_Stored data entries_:

inline Vector<double> Table::take_vector(Index j) {
  NumericColumn& c = columns[checked_column(j, "take_vector")];
  if (c.size() != rows)
    throw invalid_query("take_vector: column " + std::to_string(j) + " was already taken");
  Vector<double> v(static_cast<Index>(rows));
  c.move_into(v.data());
  return v;
}

/// Reads a table from a file; "-" reads standard input. Throws table_error
/// (kind content for a bad table, input_output for an unreadable file), and
/// invalid_option when options.delimiter is not 0, ',', ';', a tab or ' ',
/// or is ',' with a decimal comma.
Table read_table(const std::string& path, const TableReadOptions& options = {});
/// The column names of a table's header row, read without its data rows:
/// the same names, delimiter rule and header checks (an empty or duplicate
/// name, more than TableReadOptions::max_columns) as read_table(), which a
/// front end uses to plan what to read before reading it (e.g. a block of
/// the columns per process). A gzip file is read through its header only.
/// Throws as read_table() (table_error, invalid_option).
std::vector<std::string> read_table_header(const std::string& path, const TableReadOptions& options = {});
/// Reads a table a block of rows at a time, for tables larger than memory:
/// `on_block(block)` receives each run of `block_rows` kept rows (the last
/// run may be shorter) as a Table of those rows alone (every column read,
/// in file order; keys and decimal text when asked; Table::first_row and
/// row_lines placing the rows in the file), and may take its columns. The
/// same cells, rules and errors as read_table(), except that text columns
/// cannot be expanded into indicators (their levels are known only after
/// the last row: invalid_option). Returns the table without values: names,
/// text and skipped columns, rows kept and dropped, lines read, where every
/// kept row starts. Memory: one block of rows. Throws as read_table(), and
/// invalid_option for block_rows = 0 or indicator options.
Table read_table_blocks(const std::string& path, const TableReadOptions& options, std::size_t block_rows,
                        const std::function<void(Table&)>& on_block);
/// read_table_blocks() from a stream; `source` names it in error messages.
Table read_table_blocks(std::istream& in, const std::string& source, const TableReadOptions& options,
                        std::size_t block_rows, const std::function<void(Table&)>& on_block);

/// Where piece `index` of `count` of a table file lies: the data lines of
/// the file (those after the header record) cut into `count` runs of
/// consecutive lines at line feeds, by bytes. With H the offset just past
/// the header record's line end (as read_table() finds the header: blank
/// lines before it skipped by the reader's rule) and S the file's size,
/// piece i starts at the first line that starts at or after
/// H + floor((S - H) i / count) (a line starts after every '\n') and ends
/// where piece i + 1 starts (the last at S). Every data line falls in
/// exactly one piece, in file order; a piece may hold no line when lines
/// are long or few.
struct TablePiece {
  std::size_t index = 0;        ///< 0-based, < count
  std::size_t count = 1;        ///< pieces of the file, >= 1
  std::uint64_t header_end = 0; ///< H: the byte after the header record's line end
  std::uint64_t begin = 0;      ///< first byte of the piece's lines
  std::uint64_t end = 0;        ///< one past the last byte
};

/// The bytes of piece `index` of `count` of the table file at `path` (see
/// TablePiece), the header found with `options` (its delimiter) as the
/// reader finds it: reads the header and two short stretches of the file,
/// not the piece. Throws table_error (input_output: the file cannot be read;
/// content: it is compressed, which has no line breaks to cut at, or its
/// header ends in a carriage return alone, which has no line feeds to cut
/// at), and invalid_option for count = 0 or index >= count or a bad
/// delimiter option.
TablePiece table_piece(const std::string& path, std::size_t index, std::size_t count,
                       const TableReadOptions& options = {});
/// Physical lines of the file between the header line and the piece's first
/// line (a pass over those bytes: a reader of one piece counts them only to
/// name the line of an error).
std::size_t lines_before_piece(const std::string& path, const TablePiece& piece);
/// read_table_blocks() over one piece of a table file: the header line, then
/// the piece's lines, as if they were the whole table (its rows, errors and
/// Table::row_lines). `lines_before` (lines_before_piece(), or 0 when not
/// counted) is added to the line number of every line after the header, so
/// that with it every line is named as in the file. A quoted cell that
/// holds a line break may be cut between two pieces: the earlier piece then
/// ends in an unterminated quoted field (an error, never a silent cut).
/// Throws as read_table_blocks(), and table_error for a piece with no data
/// row.
Table read_table_piece_blocks(const std::string& path, const TablePiece& piece, std::size_t lines_before,
                              const TableReadOptions& options, std::size_t block_rows,
                              const std::function<void(Table&)>& on_block);
/// Reads a table from a stream; `source` names it in error messages.
Table read_table(std::istream& in, const std::string& source, const TableReadOptions& options = {});

}  // namespace knotpath::io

_Problem to work on_: Restate the data above in full, word for word.

_The answer_:
inline Vector<double> Table::take_vector(Index j) {
  NumericColumn& c = columns[checked_column(j, "take_vector")];
  if (c.size() != rows)
    throw invalid_query("take_vector: column " + std::to_string(j) + " was already taken");
  Vector<double> v(static_cast<Index>(rows));
  c.move_into(v.data());
  return v;
}

/// Reads a table from a file; "-" reads standard input. Throws table_error
/// (kind content for a bad table, input_output for an unreadable file), and
/// invalid_option when options.delimiter is not 0, ',', ';', a tab or ' ',
/// or is ',' with a decimal comma.
Table read_table(const std::string& path, const TableReadOptions& options = {});
/// The column names of a table's header row, read without its data rows:
/// the same names, delimiter rule and header checks (an empty or duplicate
/// name, more than TableReadOptions::max_columns) as read_table(), which a
/// front end uses to plan what to read before reading it (e.g. a block of
/// the columns per process). A gzip file is read through its header only.
/// Throws as read_table() (table_error, invalid_option).
std::vector<std::string> read_table_header(const std::string& path, const TableReadOptions& options = {});
/// Reads a table a block of rows at a time, for tables larger than memory:
/// `on_block(block)` receives each run of `block_rows` kept rows (the last
/// run may be shorter) as a Table of those rows alone (every column read,
/// in file order; keys and decimal text when asked; Table::first_row and
/// row_lines placing the rows in the file), and may take its columns. The
/// same cells, rules and errors as read_table(), except that text columns
/// cannot be expanded into indicators (their levels are known only after
/// the last row: invalid_option). Returns the table without values: names,
/// text and skipped columns, rows kept and dropped, lines read, where every
/// kept row starts. Memory: one block of rows. Throws as read_table(), and
/// invalid_option for block_rows = 0 or indicator options.
Table read_table_blocks(const std::string& path, const TableReadOptions& options, std::size_t block_rows,
                        const std::function<void(Table&)>& on_block);
/// read_table_blocks() from a stream; `source` names it in error messages.
Table read_table_blocks(std::istream& in, const std::string& source, const TableReadOptions& options,
                        std::size_t block_rows, const std::function<void(Table&)>& on_block);

/// Where piece `index` of `count` of a table file lies: the data lines of
/// the file (those after the header record) cut into `count` runs of
/// consecutive lines at line feeds, by bytes. With H the offset just past
/// the header record's line end (as read_table() finds the header: blank
/// lines before it skipped by the reader's rule) and S the file's size,
/// piece i starts at the first line that starts at or after
/// H + floor((S - H) i / count) (a line starts after every '\n') and ends
/// where piece i + 1 starts (the last at S). Every data line falls in
/// exactly one piece, in file order; a piece may hold no line when lines
/// are long or few.
struct TablePiece {
  std::size_t index = 0;        ///< 0-based, < count
  std::size_t count = 1;        ///< pieces of the file, >= 1
  std::uint64_t header_end = 0; ///< H: the byte after the header record's line end
  std::uint64_t begin = 0;      ///< first byte of the piece's lines
  std::uint64_t end = 0;        ///< one past the last byte
};

/// The bytes of piece `index` of `count` of the table file at `path` (see
/// TablePiece), the header found with `options` (its delimiter) as the
/// reader finds it: reads the header and two short stretches of the file,
/// not the piece. Throws table_error (input_output: the file cannot be read;
/// content: it is compressed, which has no line breaks to cut at, or its
/// header ends in a carriage return alone, which has no line feeds to cut
/// at), and invalid_option for count = 0 or index >= count or a bad
/// delimiter option.
TablePiece table_piece(const std::string& path, std::size_t index, std::size_t count,
                       const TableReadOptions& options = {});
/// Physical lines of the file between the header line and the piece's first
/// line (a pass over those bytes: a reader of one piece counts them only to
/// name the line of an error).
std::size_t lines_before_piece(const std::string& path, const TablePiece& piece);
/// read_table_blocks() over one piece of a table file: the header line, then
/// the piece's lines, as if they were the whole table (its rows, errors and
/// Table::row_lines). `lines_before` (lines_before_piece(), or 0 when not
/// counted) is added to the line number of every line after the header, so
/// that with it every line is named as in the file. A quoted cell that
/// holds a line break may be cut between two pieces: the earlier piece then
/// ends in an unterminated quoted field (an error, never a silent cut).
/// Throws as read_table_blocks(), and table_error for a piece with no data
/// row.
Table read_table_piece_blocks(const std::string& path, const TablePiece& piece, std::size_t lines_before,
                              const TableReadOptions& options, std::size_t block_rows,
                              const std::function<void(Table&)>& on_block);
/// Reads a table from a stream; `source` names it in error messages.
Table read_table(std::istream& in, const std::string& source, const TableReadOptions& options = {});

}  // namespace knotpath::io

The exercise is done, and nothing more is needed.